The data:
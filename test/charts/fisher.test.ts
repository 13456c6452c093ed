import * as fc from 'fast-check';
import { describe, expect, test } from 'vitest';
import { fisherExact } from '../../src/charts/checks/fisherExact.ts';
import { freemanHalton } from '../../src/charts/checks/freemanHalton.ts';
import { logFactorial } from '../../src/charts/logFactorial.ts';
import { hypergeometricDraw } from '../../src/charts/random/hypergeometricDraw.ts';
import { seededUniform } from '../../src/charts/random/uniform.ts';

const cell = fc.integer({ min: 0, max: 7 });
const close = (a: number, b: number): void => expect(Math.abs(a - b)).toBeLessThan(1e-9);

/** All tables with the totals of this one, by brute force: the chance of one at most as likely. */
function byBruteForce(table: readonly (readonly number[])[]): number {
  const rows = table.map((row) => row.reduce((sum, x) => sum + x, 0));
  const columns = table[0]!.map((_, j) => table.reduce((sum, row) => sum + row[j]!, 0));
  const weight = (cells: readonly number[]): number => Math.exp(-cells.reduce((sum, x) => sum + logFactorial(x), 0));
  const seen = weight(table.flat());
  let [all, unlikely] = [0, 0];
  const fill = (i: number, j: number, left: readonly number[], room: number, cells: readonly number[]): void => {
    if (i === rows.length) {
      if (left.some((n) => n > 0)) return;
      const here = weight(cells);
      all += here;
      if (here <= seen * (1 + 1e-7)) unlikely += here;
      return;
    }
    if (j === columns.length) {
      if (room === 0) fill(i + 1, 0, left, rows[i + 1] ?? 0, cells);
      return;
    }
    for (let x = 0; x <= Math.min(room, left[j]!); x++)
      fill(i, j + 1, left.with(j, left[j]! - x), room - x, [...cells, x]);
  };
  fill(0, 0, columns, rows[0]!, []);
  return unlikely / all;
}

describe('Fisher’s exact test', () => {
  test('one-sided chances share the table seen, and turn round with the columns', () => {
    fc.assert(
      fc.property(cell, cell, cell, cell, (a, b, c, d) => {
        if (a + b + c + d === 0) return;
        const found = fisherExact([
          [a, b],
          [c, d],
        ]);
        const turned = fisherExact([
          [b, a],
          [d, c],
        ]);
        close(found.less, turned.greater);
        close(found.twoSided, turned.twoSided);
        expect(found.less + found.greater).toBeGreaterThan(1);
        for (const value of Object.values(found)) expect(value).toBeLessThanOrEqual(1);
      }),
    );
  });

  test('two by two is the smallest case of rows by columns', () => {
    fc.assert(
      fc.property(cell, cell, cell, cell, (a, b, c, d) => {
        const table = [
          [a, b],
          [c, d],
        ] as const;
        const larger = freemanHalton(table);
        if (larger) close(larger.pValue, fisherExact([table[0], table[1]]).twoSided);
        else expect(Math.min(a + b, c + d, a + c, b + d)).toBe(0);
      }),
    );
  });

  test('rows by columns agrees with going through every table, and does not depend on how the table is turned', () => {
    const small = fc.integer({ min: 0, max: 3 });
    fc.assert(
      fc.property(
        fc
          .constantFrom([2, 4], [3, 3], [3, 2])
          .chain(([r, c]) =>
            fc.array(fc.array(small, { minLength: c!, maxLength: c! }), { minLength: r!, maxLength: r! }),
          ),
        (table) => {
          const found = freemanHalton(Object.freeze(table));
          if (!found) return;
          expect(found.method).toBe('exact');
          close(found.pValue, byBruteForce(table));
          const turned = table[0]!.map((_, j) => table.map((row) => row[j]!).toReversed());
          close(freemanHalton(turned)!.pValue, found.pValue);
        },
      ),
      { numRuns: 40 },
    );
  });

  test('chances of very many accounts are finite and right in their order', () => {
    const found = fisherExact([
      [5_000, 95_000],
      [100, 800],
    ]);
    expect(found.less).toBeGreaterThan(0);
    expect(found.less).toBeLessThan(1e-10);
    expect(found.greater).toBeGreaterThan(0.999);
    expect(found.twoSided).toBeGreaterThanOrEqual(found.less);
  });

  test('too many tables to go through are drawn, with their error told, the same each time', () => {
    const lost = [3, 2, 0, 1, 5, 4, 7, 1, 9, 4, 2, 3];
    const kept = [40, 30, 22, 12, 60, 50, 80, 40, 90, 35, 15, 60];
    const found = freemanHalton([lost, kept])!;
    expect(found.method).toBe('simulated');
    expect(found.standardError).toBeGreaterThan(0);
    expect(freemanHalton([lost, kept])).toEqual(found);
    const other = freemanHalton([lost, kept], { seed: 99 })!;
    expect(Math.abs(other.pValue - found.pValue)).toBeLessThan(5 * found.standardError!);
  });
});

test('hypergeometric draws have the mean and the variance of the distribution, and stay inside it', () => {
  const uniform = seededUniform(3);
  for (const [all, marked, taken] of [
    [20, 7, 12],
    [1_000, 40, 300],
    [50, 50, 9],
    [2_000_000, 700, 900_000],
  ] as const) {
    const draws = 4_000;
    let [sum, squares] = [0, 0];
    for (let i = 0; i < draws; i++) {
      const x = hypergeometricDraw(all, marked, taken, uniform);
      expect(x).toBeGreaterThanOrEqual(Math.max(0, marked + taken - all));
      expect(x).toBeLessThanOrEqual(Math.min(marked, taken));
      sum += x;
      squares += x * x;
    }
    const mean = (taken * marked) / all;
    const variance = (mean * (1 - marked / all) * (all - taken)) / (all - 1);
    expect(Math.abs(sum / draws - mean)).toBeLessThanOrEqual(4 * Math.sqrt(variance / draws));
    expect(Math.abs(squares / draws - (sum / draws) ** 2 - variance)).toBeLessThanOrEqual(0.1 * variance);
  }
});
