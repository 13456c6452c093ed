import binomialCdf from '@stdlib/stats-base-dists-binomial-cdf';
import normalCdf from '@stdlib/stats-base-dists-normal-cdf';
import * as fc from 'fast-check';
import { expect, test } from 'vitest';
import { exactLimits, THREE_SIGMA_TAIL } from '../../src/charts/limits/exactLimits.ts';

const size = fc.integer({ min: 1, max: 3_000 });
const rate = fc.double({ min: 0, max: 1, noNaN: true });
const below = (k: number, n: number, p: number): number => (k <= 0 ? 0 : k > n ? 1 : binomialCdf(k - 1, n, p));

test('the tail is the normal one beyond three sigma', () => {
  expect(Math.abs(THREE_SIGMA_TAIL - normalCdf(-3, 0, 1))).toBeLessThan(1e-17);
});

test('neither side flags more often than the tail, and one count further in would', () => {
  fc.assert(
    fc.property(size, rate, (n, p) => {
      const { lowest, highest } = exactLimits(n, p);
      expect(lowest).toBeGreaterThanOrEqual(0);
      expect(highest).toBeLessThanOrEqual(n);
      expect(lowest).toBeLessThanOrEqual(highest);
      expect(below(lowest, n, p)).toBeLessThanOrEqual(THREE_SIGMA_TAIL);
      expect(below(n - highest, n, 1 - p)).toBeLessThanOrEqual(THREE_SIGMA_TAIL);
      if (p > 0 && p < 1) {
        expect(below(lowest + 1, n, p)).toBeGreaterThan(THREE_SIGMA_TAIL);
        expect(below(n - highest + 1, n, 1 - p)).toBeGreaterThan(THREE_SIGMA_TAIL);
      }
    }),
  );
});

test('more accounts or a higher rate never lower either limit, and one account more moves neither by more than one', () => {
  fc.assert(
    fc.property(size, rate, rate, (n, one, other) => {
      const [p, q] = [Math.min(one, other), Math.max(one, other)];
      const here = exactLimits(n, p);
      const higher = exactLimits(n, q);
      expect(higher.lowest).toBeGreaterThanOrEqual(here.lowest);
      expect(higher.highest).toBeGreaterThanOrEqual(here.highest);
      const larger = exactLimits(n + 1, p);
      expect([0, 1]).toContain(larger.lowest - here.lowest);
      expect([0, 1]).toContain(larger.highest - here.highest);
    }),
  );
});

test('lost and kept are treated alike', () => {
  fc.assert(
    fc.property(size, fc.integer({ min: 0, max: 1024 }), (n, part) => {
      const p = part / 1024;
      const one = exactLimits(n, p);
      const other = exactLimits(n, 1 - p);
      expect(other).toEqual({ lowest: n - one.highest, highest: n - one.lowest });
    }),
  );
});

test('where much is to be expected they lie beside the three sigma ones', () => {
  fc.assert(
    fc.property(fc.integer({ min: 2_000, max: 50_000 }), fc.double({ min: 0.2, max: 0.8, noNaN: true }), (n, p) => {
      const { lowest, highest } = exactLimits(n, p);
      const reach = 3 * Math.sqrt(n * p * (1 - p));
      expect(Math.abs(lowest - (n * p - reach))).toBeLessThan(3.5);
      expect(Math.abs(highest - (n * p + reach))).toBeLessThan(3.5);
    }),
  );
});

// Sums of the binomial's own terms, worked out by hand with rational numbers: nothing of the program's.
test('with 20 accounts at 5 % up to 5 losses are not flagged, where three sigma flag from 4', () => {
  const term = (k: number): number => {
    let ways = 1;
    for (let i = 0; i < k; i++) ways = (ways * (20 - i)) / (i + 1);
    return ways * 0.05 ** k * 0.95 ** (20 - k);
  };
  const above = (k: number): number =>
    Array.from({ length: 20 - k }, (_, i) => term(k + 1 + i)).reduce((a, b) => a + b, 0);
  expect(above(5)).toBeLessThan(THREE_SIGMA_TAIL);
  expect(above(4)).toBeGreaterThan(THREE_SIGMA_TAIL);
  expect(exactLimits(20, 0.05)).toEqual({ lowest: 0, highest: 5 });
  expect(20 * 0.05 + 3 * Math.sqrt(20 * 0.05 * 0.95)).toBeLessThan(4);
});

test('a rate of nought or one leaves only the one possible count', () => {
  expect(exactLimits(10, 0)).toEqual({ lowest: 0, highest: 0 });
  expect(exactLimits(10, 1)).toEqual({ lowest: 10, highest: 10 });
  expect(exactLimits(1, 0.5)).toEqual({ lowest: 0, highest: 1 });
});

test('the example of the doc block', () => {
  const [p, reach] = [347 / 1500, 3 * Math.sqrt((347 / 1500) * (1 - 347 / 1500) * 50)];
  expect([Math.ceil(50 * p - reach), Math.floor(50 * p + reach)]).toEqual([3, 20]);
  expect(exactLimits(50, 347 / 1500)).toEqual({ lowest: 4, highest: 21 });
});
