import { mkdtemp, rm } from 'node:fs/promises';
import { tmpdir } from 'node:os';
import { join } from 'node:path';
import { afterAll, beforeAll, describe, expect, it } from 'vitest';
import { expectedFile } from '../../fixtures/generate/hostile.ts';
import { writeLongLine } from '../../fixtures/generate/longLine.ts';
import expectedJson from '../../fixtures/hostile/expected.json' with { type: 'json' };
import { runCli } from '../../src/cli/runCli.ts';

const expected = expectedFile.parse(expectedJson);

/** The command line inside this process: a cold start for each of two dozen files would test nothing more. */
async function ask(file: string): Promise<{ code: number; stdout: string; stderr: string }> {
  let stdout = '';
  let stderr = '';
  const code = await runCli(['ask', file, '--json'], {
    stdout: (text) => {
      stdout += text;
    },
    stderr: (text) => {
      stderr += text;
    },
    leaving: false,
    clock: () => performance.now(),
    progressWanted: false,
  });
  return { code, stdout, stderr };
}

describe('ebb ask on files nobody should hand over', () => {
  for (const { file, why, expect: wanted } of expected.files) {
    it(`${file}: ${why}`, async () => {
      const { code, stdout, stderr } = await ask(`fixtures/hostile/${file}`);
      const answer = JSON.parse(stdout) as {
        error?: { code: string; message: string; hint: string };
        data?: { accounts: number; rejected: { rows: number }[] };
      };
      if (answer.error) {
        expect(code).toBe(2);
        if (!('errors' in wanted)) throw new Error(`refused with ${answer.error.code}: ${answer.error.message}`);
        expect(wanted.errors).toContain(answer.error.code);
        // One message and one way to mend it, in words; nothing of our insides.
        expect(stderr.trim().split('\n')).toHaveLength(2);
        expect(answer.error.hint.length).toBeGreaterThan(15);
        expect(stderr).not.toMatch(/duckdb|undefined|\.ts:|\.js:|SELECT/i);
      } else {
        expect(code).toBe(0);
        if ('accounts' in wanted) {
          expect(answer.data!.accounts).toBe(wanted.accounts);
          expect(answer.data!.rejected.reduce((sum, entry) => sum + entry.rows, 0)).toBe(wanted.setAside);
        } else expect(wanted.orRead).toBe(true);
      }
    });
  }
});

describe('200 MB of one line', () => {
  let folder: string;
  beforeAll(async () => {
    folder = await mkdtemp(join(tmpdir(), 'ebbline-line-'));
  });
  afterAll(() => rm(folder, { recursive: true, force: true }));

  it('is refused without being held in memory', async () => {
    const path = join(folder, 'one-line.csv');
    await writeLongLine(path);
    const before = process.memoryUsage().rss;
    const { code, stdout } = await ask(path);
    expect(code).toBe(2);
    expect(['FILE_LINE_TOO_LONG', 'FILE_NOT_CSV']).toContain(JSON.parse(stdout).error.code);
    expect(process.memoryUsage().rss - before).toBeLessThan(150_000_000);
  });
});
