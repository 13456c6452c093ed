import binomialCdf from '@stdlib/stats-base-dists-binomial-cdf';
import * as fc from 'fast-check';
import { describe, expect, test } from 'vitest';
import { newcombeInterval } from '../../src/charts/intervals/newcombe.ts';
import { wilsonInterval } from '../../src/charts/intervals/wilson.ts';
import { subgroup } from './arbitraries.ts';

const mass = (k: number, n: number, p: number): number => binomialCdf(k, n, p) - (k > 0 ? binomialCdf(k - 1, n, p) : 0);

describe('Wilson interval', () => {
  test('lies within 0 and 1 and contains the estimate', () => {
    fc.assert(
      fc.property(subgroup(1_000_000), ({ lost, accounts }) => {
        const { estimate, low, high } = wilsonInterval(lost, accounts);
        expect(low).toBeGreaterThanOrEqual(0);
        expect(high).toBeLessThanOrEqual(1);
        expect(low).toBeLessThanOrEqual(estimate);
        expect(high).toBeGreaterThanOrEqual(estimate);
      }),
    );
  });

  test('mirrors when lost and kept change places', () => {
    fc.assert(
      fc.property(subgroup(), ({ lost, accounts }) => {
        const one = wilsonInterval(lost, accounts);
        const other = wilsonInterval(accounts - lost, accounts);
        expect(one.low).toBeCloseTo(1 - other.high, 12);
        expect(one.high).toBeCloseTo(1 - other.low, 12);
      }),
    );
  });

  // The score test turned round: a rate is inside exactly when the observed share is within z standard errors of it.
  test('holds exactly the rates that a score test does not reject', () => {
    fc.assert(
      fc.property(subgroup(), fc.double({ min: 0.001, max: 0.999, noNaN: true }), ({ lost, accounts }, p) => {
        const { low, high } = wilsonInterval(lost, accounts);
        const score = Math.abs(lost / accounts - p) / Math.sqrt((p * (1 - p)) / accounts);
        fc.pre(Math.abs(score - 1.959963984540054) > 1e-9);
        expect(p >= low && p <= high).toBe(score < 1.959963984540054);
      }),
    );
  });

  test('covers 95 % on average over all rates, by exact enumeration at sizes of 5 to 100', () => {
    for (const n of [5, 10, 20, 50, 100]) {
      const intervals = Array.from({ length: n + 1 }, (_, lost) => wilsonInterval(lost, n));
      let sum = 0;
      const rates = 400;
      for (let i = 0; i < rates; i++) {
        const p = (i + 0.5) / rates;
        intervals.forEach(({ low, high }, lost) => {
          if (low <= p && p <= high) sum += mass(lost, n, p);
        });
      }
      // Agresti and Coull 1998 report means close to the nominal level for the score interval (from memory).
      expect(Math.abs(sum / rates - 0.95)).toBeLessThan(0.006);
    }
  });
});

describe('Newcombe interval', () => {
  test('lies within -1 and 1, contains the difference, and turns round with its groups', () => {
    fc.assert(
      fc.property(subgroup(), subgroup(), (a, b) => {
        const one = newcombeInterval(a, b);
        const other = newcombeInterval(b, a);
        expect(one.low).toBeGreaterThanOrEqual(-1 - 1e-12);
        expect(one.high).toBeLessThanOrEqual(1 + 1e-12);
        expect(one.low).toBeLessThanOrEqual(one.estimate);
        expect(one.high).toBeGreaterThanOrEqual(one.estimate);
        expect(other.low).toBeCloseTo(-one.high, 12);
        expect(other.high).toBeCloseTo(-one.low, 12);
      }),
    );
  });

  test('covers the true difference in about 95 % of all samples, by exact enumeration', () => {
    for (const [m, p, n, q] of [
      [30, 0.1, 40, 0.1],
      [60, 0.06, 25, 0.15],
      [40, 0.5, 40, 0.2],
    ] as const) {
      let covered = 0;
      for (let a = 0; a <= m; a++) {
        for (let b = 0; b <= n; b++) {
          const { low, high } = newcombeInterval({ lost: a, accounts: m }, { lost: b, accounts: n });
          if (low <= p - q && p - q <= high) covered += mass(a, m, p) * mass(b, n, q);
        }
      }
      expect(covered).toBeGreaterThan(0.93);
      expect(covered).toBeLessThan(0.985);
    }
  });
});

Problem details: Repeat the entries verbatim through the line with "let [all, unlikely] = [0, 0];".

Reply to the exercise:
filename test/charts/fisher.test.ts
repository 13456c6452c093ed
import * as fc from 'fast-check';
import { describe, expect, test } from 'vitest';
import { fisherExact } from '../../src/charts/checks/fisherExact.ts';
import { freemanHalton } from '../../src/charts/checks/freemanHalton.ts';
import { logFactorial } from '../../src/charts/logFactorial.ts';
import { hypergeometricDraw } from '../../src/charts/random/hypergeometricDraw.ts';
import { seededUniform } from '../../src/charts/random/uniform.ts';

const cell = fc.integer({ min: 0, max: 7 });
const close = (a: number, b: number): void => expect(Math.abs(a - b)).toBeLessThan(1e-9);

/** All tables with the totals of this one, by brute force: the chance of one at most as likely. */
function byBruteForce(table: readonly (readonly number[])[]): number {
  const rows = table.map((row) => row.reduce((sum, x) => sum + x, 0));
  const columns = table[0]!.map((_, j) => table.reduce((sum, row) => sum + row[j]!, 0));
  const weight = (cells: readonly number[]): number => Math.exp(-cells.reduce((sum, x) => sum + logFactorial(x), 0));
  const seen = weight(table.flat());
  let [all, unlikely] = [0, 0];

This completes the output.